**** Dataset entries

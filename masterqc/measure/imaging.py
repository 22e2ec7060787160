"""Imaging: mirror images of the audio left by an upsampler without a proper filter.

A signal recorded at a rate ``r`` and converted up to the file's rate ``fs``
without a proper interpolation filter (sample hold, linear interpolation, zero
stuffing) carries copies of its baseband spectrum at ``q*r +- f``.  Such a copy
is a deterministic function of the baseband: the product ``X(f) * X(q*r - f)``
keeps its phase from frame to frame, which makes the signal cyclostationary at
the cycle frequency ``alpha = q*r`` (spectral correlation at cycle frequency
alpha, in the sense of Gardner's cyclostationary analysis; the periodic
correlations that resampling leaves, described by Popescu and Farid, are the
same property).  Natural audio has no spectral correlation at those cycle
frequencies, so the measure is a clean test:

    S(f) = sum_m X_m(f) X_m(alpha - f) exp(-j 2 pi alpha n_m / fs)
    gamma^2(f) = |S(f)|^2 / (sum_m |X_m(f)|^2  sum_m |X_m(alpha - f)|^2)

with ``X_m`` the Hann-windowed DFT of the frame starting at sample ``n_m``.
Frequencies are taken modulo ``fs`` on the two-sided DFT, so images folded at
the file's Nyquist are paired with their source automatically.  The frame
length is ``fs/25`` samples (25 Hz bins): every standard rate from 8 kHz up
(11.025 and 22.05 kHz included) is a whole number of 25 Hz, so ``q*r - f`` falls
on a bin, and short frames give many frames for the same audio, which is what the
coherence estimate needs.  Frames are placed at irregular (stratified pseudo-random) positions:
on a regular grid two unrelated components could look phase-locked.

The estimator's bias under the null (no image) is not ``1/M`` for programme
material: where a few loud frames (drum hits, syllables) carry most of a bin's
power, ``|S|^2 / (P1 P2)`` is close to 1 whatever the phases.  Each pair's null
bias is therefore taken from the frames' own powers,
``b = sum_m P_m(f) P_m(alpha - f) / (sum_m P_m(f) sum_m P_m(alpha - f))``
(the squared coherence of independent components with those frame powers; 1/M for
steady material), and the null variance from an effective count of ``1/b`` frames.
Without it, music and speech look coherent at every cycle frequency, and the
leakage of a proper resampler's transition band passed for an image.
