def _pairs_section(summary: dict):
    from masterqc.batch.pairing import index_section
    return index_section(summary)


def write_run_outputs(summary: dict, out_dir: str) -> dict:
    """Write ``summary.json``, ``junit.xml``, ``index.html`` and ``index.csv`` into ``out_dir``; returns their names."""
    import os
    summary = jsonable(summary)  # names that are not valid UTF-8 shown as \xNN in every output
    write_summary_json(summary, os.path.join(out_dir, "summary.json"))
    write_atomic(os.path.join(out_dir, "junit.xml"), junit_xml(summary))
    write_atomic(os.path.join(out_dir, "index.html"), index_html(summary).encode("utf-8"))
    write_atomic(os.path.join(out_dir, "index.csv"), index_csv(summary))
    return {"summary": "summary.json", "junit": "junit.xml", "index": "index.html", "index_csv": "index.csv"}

********

[Activity]:
Write all the data out again, word for word.

[Solution below]:
filename masterqc/measure/imaging.py
repository 22e2ec7060787160
"""Imaging: mirror images of the audio left by an upsampler without a proper filter.

A signal recorded at a rate ``r`` and converted up to the file's rate ``fs``
without a proper interpolation filter (sample hold, linear interpolation, zero
stuffing) carries copies of its baseband spectrum at ``q*r +- f``.  Such a copy
is a deterministic function of the baseband: the product ``X(f) * X(q*r - f)``
keeps its phase from frame to frame, which makes the signal cyclostationary at
the cycle frequency ``alpha = q*r`` (spectral correlation at cycle frequency
alpha, in the sense of Gardner's cyclostationary analysis; the periodic
correlations that resampling leaves, described by Popescu and Farid, are the
same property).  Natural audio has no spectral correlation at those cycle
frequencies, so the measure is a clean test:

    S(f) = sum_m X_m(f) X_m(alpha - f) exp(-j 2 pi alpha n_m / fs)
    gamma^2(f) = |S(f)|^2 / (sum_m |X_m(f)|^2  sum_m |X_m(alpha - f)|^2)

with ``X_m`` the Hann-windowed DFT of the frame starting at sample ``n_m``.
Frequencies are taken modulo ``fs`` on the two-sided DFT, so images folded at
the file's Nyquist are paired with their source automatically.  The frame
length is ``fs/25`` samples (25 Hz bins): every standard rate from 8 kHz up
(11.025 and 22.05 kHz included) is a whole number of 25 Hz, so ``q*r - f`` falls
on a bin, and short frames give many frames for the same audio, which is what the
coherence estimate needs.  Frames are placed at irregular (stratified pseudo-random) positions:
on a regular grid two unrelated components could look phase-locked.

The estimator's bias under the null (no image) is not ``1/M`` for programme
material: where a few loud frames (drum hits, syllables) carry most of a bin's
power, ``|S|^2 / (P1 P2)`` is close to 1 whatever the phases.  Each pair's null
bias is therefore taken from the frames' own powers,
``b = sum_m P_m(f) P_m(alpha - f) / (sum_m P_m(f) sum_m P_m(alpha - f))``
(the squared coherence of independent components with those frame powers; 1/M for
steady material), and the null variance from an effective count of ``1/b`` frames.
Without it, music and speech look coherent at every cycle frequency, and the
leakage of a proper resampler's transition band passed for an image.
def _pairs_section(summary: dict):
    from masterqc.batch.pairing import index_section
    return index_section(summary)


def write_run_outputs(summary: dict, out_dir: str) -> dict:
    """Write ``summary.json``, ``junit.xml``, ``index.html`` and ``index.csv`` into ``out_dir``; returns their names."""
    import os
    summary = jsonable(summary)  # names that are not valid UTF-8 shown as \xNN in every output
    write_summary_json(summary, os.path.join(out_dir, "summary.json"))
    write_atomic(os.path.join(out_dir, "junit.xml"), junit_xml(summary))
    write_atomic(os.path.join(out_dir, "index.html"), index_html(summary).encode("utf-8"))
    write_atomic(os.path.join(out_dir, "index.csv"), index_csv(summary))
    return {"summary": "summary.json", "junit": "junit.xml", "index": "index.html", "index_csv": "index.csv"}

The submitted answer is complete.